Fragen zur Blackbird XLC

  • Hallo zusammen,


    ich habe jetzt viel gelesen und überlege mir die Blackbird XLC zuzulegen. Dazu habe ich aber ein paar Fragen.


    Aktuell kenne ich die Hennesy Zip Exlporer ( die mir zumindets gefühlt zu klein ist. Bin 1.82 cm ) und die Amazonas XXL Ultraleicht Thermo.

    In der Amazonas habe ich schon recht gut geschlafen, bei einem WE im Bayerwald, mit dem Amazonas Underquilt XL, der aber arg an Seine Grenzen kam, bei 3 Grad rum Nachttemperatur. Habe noch eine Iso eingelegt, dann war es gemütlich. Als Schlafsack habe ich einen mountain equipment glacier 700. Der war super warm, wie immer.


    Nun zu meinen Gedanken, Fragen...


    1) Die Blackbird XLC ist ja nur ca. 30 cm länger als die Amazonas XXL ist, werde ich denn überhaupt einen grossen Unterschied merken von der Ligegeposition, Komfort im Vergleich zur 3 Meter langen Amazonas. ( was ich gelesen habe, und warum ich ja zur XLC tendiere ein klares ja :D ) Die Amazonas würde ich fast geschenkt bekommen, bin aber nicht abgeneigt für mehr Comfort auch mehr zu bezahlen.


    2) Ich liebäugle mit dem Cumulus Selva 300 als Underquilt in L, da mir der Amazonas definitiv zu kalt, auch zu schwer und zu gross ist. Ist denn dieser für beide Hängematten geeignet ? Ein Underquilt aus den USA dauert mit definitiv zu lange, bis er da ist. Darum kam der Cumulus ins Spiel.


    3) zur XLC..

    Da ich nicht mit Isomatte schlafen will, denke ich das ich eine einlagige Haengematte nehmen sollte. Ist das richtig gedacht ?

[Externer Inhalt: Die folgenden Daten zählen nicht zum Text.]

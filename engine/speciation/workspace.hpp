// One chemical problem in dense form: only the components that are present, the species they can form and the
// phases that matter, over a basis that can be changed to the most abundant species. All storage is taken
// when a workspace is made; loading and solving allocate nothing.
#pragma once

#include <Eigen/Dense>
#include <bathwright/speciation/solver.hpp>
#include <vector>

namespace bathwright::speciation {

using Index = Eigen::Index;
/// Storage inside the object, so that no product or copy allocates: per component (and one for the water),
/// square tables of those, per species, components x species.
inline constexpr int most_rows = max_components + 1;
using Vector = Eigen::Matrix<double, Eigen::Dynamic, 1, 0, most_rows, 1>;
using Table = Eigen::Matrix<double, Eigen::Dynamic, Eigen::Dynamic, 0, most_rows, most_rows>;
using SpeciesVector = Eigen::Matrix<double, Eigen::Dynamic, 1, 0, activity::max_solutes, 1>;
using Stoichiometry =
    Eigen::Matrix<double, Eigen::Dynamic, Eigen::Dynamic, 0, max_components, activity::max_solutes>;

/// A condition  condition'x + water ln a_w = ln_K  that holds while `active`, with `supply` added to (formed:
/// taken from) the totals per mol. A solid and a held gas supply what they condition (supply = condition); a
/// held pH supplies H^+ with its counter-ion.
struct Phase {
  enum class Kind : std::uint8_t { precipitate, excess, gas, ph };
  Kind kind;
  std::size_t index;  ///< in the system's solids or gases
  Vector condition, supply;
  double water;         ///< of the condition
  double supply_water;  ///< H2O bound per mol
  double ln_K;
  bool active = false;
  double mol = 0;  ///< formed (precipitate, excess), or minus the amount supplied (gas, pH)
};

/// What the solver moves.
struct State {
  Vector x;                ///< ln activity of the basis
  SpeciesVector ln_gamma;  ///< per kind of solute
  SpeciesVector ln_m;      ///< ln molality per species, as the last coupled Newton met the balances with
  double ln_aw = 0;
  double water_kg = 1;
};

class Workspace : public State {
 public:
  explicit Workspace(const Solver& solver);

  /// The problem of a task, over the components as basis, all precipitates inactive.
  void load(const Task& task, const Constants& ln_K);
  /// The same problem with other amounts and constants: keeps state, basis and active phases. False, with
  /// nothing changed, when the task differs in what is present or held.
  bool reload(const Task& task, const Constants& ln_K);

  [[nodiscard]] Index components() const { return form_.A.rows(); }
  [[nodiscard]] Index count() const { return form_.A.cols(); }
  [[nodiscard]] std::size_t kinds() const { return model_->kinds(); }
  [[nodiscard]] const activity::ActivityModel& model() const { return *model_; }
  /// Another number whenever what x stands for has changed.
  [[nodiscard]] std::uint64_t basis() const { return basis_; }

  /// ln molality of every species at the current state.
  void ln_molality(SpeciesVector& result) const;
  /// The same as molalities, none above e^highest; above e^7 nothing is a solution any more.
  void molality(SpeciesVector& result, double highest = 7) const;
  /// Sums over each kind of solute.
  void sum_kinds(const SpeciesVector& molality, SpeciesVector& in_kind) const;

  /// Where a component's own species holds less than 1e-6 of it, puts the most abundant species or present
  /// solid that holds it in its place, and rewrites everything over the new basis. x moves with it. Returns
  /// whether anything changed.
  bool rebase(const SpeciesVector& molality);

  SpeciesVector ln_K;      ///< per species
  SpeciesVector charge;    ///< per species
  Vector total;            ///< per component, mol
  double total_water = 0;  ///< mol
  std::vector<Phase> phases;
  std::vector<std::size_t> species;  ///< workspace position -> system position
  std::vector<std::uint16_t> kind;   ///< per species
  Index proton = 0;                  ///< row of H^+ in the first basis

  /// The entries of A that are not zero, column by column; row components() stands for water.
  struct Entry {
    std::uint16_t row;
    double value;
  };
  [[nodiscard]] const Entry* begin(Index j) const {
    return form_.entries.data() + form_.first[static_cast<std::size_t>(j)];
  }
  [[nodiscard]] const Entry* end(Index j) const {
    return form_.entries.data() + form_.first[static_cast<std::size_t>(j) + 1];
  }

  /// The species that hold component i, and how many of it each.
  struct Holder {
    Index species;
    double count;
  };
  [[nodiscard]] std::span<const Holder> holders(Index i) const {
    const auto at = static_cast<std::size_t>(i);
    return {form_.holders.data() + form_.first_holder[at],
            form_.first_holder[at + 1] - form_.first_holder[at]};
  }

  /// Room for the methods, aligned rows: see their use in coupled_newton.cpp and convex_dual.cpp.
  std::vector<double> kind_table, by_kind, derivative, elimination, curvature;

  /// H2O bound in the species of a composition, mol per kg of water.
  [[nodiscard]] double bound_water(const SpeciesVector& molality) const { return form_.water.dot(molality); }

 private:
  /// What everything is made of over the present basis, densely and by its entries.
  struct Form {
    Stoichiometry A;      ///< components x species
    SpeciesVector water;  ///< H2O per species
    std::vector<std::size_t> first,
        first_holder;  ///< per species: its first entry; per component: its first holder
    std::vector<Entry> entries;
    std::vector<Holder> holders;
  };
  struct BasisMember {
    bool is_phase;
    std::size_t index;  ///< in `species` or `phases`
    bool operator==(const BasisMember&) const = default;
  };
  void compile(const Task& task);
  void fill(const Task& task, const Constants& ln_K);
  void list_entries();
  void over_components(Index rows);
  void return_to_components();
  [[nodiscard]] Index scarce_component(const SpeciesVector& molality) const;
  [[nodiscard]] BasisMember most_abundant_holder(Index component, const SpeciesVector& molality) const;
  void exchange(Index component, BasisMember member);
  [[nodiscard]] bool same_problem(const Task& task) const;

  const Solver* solver_;
  const activity::ActivityModel* model_;
  std::vector<Index> row_of_;  ///< per component of the system, -1: absent
  std::vector<bool> present_, was_present_;
  std::vector<SolidRule> rules_;
  std::vector<std::size_t> held_gases_;
  std::optional<std::size_t> counter_ion_;
  Form form_;
  bool rebased_ = false;
  bool original_kept_ = false;
  Form original_;  ///< over the components, kept from the first change of basis on
  std::vector<Phase> original_phases_;
  std::vector<BasisMember> members_;
  std::uint64_t basis_ = 0;
  Table inverse_;  ///< basis over components -> basis over members
};

}  // namespace bathwright::speciation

    Wenn ja, stellt sich ja noch die Frage, nach welchen Stoff. Vom Gewicht her, sind ja beide Stoffe gleich schwer, zumidnest, was ich so im Netz gefunden habe. Was ist der Unteschied zwischen dem 70 D und 40 D ?


    4) Als Tarp würde ich das Amazonas Adventure Tarp nehmen, da ich das auch fast geschenkt bekomme. Geht das Eurer Meinung nach mit beiden Haengematten, oder ist es für die XLC zu kurz ?



    Danke schon mal für Eure Antworten


    LG Matthias

  • 1) Die Blackbird XLC ist ja nur ca. 30 cm länger als die Amazonas XXL ist, werde ich denn überhaupt einen grossen Unterschied merken von der Ligegeposition, Komfort im Vergleich zur 3 Meter langen Amazonas.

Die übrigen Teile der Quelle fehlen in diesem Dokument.